Fed Policy Dilemma: Balancing Inflation and Recession Risks

The Fed’s December meeting was more hawkish: it cut interest rates only once in 2026, reflecting concerns about rising inflation (partially affected by tariffs).But the weakening labor market forced “insurance” easing.Powell called the current economy “abnormal”: inflation is above target and employment risks are rising.If the AI ​​bubble bursts, the Fed will have limited space to respond simultaneously.

Historical Mirroring and Potential Endings

The AI ​​craze is similar to the dot-com bubble: initial enthusiasm, later doubts about returns, and eventual collapse but leaving behind value (the Internet).The difference is that there is greater concentration (30% of the S&P 500 is supported by a few giants) and more leverage (tech debt has exploded).If demand does not explode in 2026 (competition, self-developed chips), debt will snowball and credit tightening will have a chain reaction.

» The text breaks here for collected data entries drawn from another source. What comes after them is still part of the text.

import { describe, expect, it } from 'vitest';
import { analysisData } from '#core/analysis/analysis-data.ts';
import { applyExclusions } from '#core/analysis/exclusions.ts';
import { missingData } from '#core/analysis/missing-data.ts';
import { participantFlow } from '#core/analysis/participant-flow.ts';
import type { SnapshotParticipant } from '#core/analysis/snapshot.ts';
import type { ExclusionRule } from '#core/protocol/protocol.ts';
import { factorOf, measureOf, participantOf, protocolOf, snapshotOf } from './study-of-rows.ts';

// Expected counts below were counted by hand from the few records written here.

const time = measureOf({ key: 'time', scale: 'time-like' });
const drops = measureOf({ key: 'drops', scale: 'count', taken: 'once-a-period' });

function protocolWith(exclusions: readonly ExclusionRule[], repetitions = 1) {
  const base = protocolOf({
    withinFactors: [factorOf('glove', ['x', 'y'])],
    measures: [time, drops],
    exclusions,
  });
  return { ...base, periods: { ...base.periods, repetitions } };
}

const completed = (period: number) => ({
  period,
  startedAt: '2026-01-05T09:00:00.000Z',
  completedAt: '2026-01-05T09:30:00.000Z',
  deviations: [],
});

function trialsOf(first: number, second: number) {
  return [
    { condition: 'x', values: { time: first, drops: 1 } },
    { condition: 'y', values: { time: second, drops: 0 } },
  ];
}

describe('exclusion rules', () => {
  const participants = [
    participantOf({ id: 'a', slotNumber: 1 }, trialsOf(400, 20)),
    participantOf({ id: 'b', slotNumber: 2, siteId: 'site-2' }, trialsOf(60, 1.5)),
    participantOf({ id: 'c', slotNumber: 3, periods: [completed(1)] }, trialsOf(500, 30)),
  ];

  function accountOf(exclusions: readonly ExclusionRule[]) {
    return applyExclusions(analysisData(protocolWith(exclusions), snapshotOf(participants)));
  }

  it('apply in their order, and count a value once, for the first that left it out', () => {
    const { account } = accountOf([
      { kind: 'range', measure: 'time', minimum: 2, maximum: 450 },
      { kind: 'time-out', measure: 'time', limit: 60 },
      { kind: 'incomplete-participant', minimumPeriods: 2 },
    ]);
    expect(account.rules.map(({ values }) => values)).toEqual([2, 2, 3]);
    expect(account).toMatchObject({ values: 7, participants: 1 });
    const [range, timeOut, incomplete] = account.rules;
    expect(range).toMatchObject({
      byMeasure: [{ measure: 'time', values: 2 }],
      bySite: [
        { siteId: 'site-1', values: 1, participants: 1 },
        { siteId: 'site-2', values: 1, participants: 1 },
      ],
      excludedValues: [
        { participantId: 'c', measure: 'time', period: 1, repetition: 1 },
        { participantId: 'b', measure: 'time', period: 2, repetition: 1 },
      ],
    });
    // The limit of a time-out is itself left out; 400 was still within the range.
    expect(timeOut?.excludedValues.map(({ participantId }) => participantId)).toEqual(['a', 'b']);
    expect(incomplete).toMatchObject({
      byMeasure: [
        { measure: 'drops', values: 2 },
        { measure: 'time', values: 1 },
      ],
      excludedValues: [],
      excludedParticipants: ['c'],
    });
  });

  it('give another account in another order', () => {
    const { account } = accountOf([
      { kind: 'incomplete-participant', minimumPeriods: 2 },
      { kind: 'range', measure: 'time', minimum: 2, maximum: 450 },
    ]);
    expect(account.rules.map(({ values }) => values)).toEqual([4, 1]);
  });

  it('keep both ends of a range', () => {
    const { account } = accountOf([{ kind: 'range', measure: 'time', minimum: 1.5, maximum: 500 }]);
    expect(account.values).toBe(0);
  });

  it('leave null where a value was, and say which measure was left out', () => {
    const { data } = accountOf([{ kind: 'time-out', measure: 'time', limit: 450 }]);
    const third = data.participants.find(({ frame }) => frame.id === 'c');
    expect(third?.trials[0]).toMatchObject({
      values: { time: null, drops: 1 },
      excluded: ['time'],
    });
  });
});

describe('participant flow', () => {
  const withdrawn: Partial<SnapshotParticipant> = {
    ending: {
      kind: 'withdrawn',
      at: '2026-01-05T10:00:00.000Z',
      reasonCode: 'unwell',
      periodReached: 2,
    },
    periods: [completed(1)],
  };
  const late = '2026-01-06T09:00:00.000Z';
  const participants = [
    participantOf({ id: 'a', slotNumber: 1, ...withdrawn }, trialsOf(10, 20).slice(0, 1)),
    participantOf({ id: 'b', slotNumber: 1, arrivedAt: late }, trialsOf(10, 20)),
    participantOf({ id: 'c', slotNumber: 2, sequence: ['x', 'y'], ...withdrawn }),
    participantOf({ id: 'd', slotNumber: 3, ending: { kind: 'void', at: late } }),
    participantOf({ id: 'e', slotNumber: 3, arrivedAt: late, periods: [] }, []),
    participantOf({ id: 'f', slotNumber: 1, siteId: 'site-2' }, trialsOf(1, 2)),
    participantOf({
      id: 'g',
      slotNumber: 2,
      siteId: 'site-2',
      content: null,
      sequence: ['x', 'y'],
    }),
  ].map((participant) => ({ ...participant, sequence: ['x', 'y'] }));

  function flowOf(list: readonly SnapshotParticipant[]) {
    const snapshot = snapshotOf(list);
    const data = analysisData(protocolWith([]), snapshot);
    return participantFlow(snapshot, data, new Set(['f']));
  }

  it('counts everybody once, by site and overall', () => {
    const { overall, bySite } = flowOf(participants);
    expect(overall).toMatchObject({
      arrived: 6,
      completed: 3,
      underWay: 1,
      withdrawn: 2,
      replaced: 1,
      voided: 1,
      excluded: 1,
      erased: 1,
      withdrawals: [{ reasonCode: 'unwell', periodReached: 2, participants: 2 }],
    });
    expect(bySite.map(({ counts }) => counts.arrived)).toEqual([4, 2]);
    expect(overall.arrived).toBe(overall.completed + overall.underWay + overall.withdrawn);
  });

  it('counts deviations by kind: by trial for another condition, by period for the others', () => {
    const [, second] = participants;
    const deviating = {
      ...second!,
      periods: [{ ...completed(1), deviations: ['too-early', 'out-of-turn'] }, completed(2)],
      content: {
        participantId: 'b',
        trials: second!.content!.trials.map((trial) => ({ ...trial, deviation: true })),
      },
    };
    expect(flowOf([deviating]).overall.deviations).toEqual([
      { kind: 'condition-presented-differs', occurrences: 2, participants: 1 },
      { kind: 'out-of-turn', occurrences: 1, participants: 1 },
      { kind: 'too-early', occurrences: 1, participants: 1 },
    ]);
  });

  it('sets aside and counts what the protocol version does not know', () => {
    const stray = participantOf({ id: 'h', slotNumber: 4 }, [
      { condition: 'x', values: { time: 1 } },
      { condition: 'z', values: { time: 1 } },
    ]);
    const foreign = participantOf({ id: 'i', slotNumber: 5, stratum: 'old' }, trialsOf(1, 2));
    expect(flowOf([stray, foreign]).outsideProtocol).toEqual({ participants: 1, trials: 3 });
  });
});

describe('missing data', () => {
  it('accounts for every expected value once', () => {
    const protocol = protocolWith([{ kind: 'time-out', measure: 'time', limit: 60 }], 2);
    const participant = participantOf({ id: 'a', sequence: ['x', 'y'] }, [
      { condition: 'x', period: 1, repetition: 1, values: { time: 70, drops: null } },
      { condition: 'x', period: 1, repetition: 2, values: { time: 9, drops: 4 } },
      {
        condition: 'x',
        period: 2,
        repetition: 1,
        values: { time: null, drops: null },
        missing: { time: 'lamp-failed' },
      },
    ]);
    const gone = participantOf({
      id: 'b',
      slotNumber: 2,
      sequence: ['y', 'x'],
      ending: { kind: 'withdrawn', at: '', reasonCode: 'unwell', periodReached: 1 },
    });
    const erased = { ...gone, id: 'c', slotNumber: 3, content: null };
    const { data } = applyExclusions(
      analysisData(protocol, snapshotOf([participant, gone, erased])),
    );
    const expected = {
      expected: 12,
      present: 1,
      excluded: 1,
      withReason: [{ reasonCode: 'lamp-failed', values: 1 }],
      afterWithdrawal: 4,
      erased: 4,
      notRecorded: 1,
    };
    expect(missingData(data, time).overall).toEqual(expected);
    // Once a period: the value may stand in either of the two trials.
    expect(missingData(data, drops).overall).toMatchObject({ expected: 6, present: 1, erased: 2 });
    // By the condition assigned: the trial shown under x in period 2 was due under y.
    const cell = missingData(data, time).byConditionAndPeriod.find(
      ({ condition, period }) => condition === 'y' && period === 2,
    );
    expect(cell?.counts).toMatchObject({ expected: 2, notRecorded: 1 });
  });
});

The risks go beyond finance: data center power demand accounts for 14% of the world’s electricity demand, and climate pressure is intensifying; in terms of employment, Anthropic CEO predicts that half of entry-level white-collar workers will be eliminated, and the unemployment rate will rise by 10%-20%.Although Yale analysis shows that overall employment has not been disturbed since ChatGPT, hundreds of thousands of technology layoffs have become a reality.

Conclusion: The turning point has arrived, prudence is the priority

At the end of 2025, the AI investment boom reached a turning point: IBM, Oracle, and Broadcom incidents marked the market’s shift from “buy and ask later” to “ask first for returns.”The demand is real, but financial constraints and macro weaknesses amplify risks.If profitability conversion is not achieved in 2026, valuation adjustments will be inevitable; only in the long run can efficient construction unlock the value of transformation.Investors need to be wary: AI may reshape the world, but the process will be accompanied by severe pain.Short-term volatility has intensified, and it is advisable to make prudent allocations in the medium term.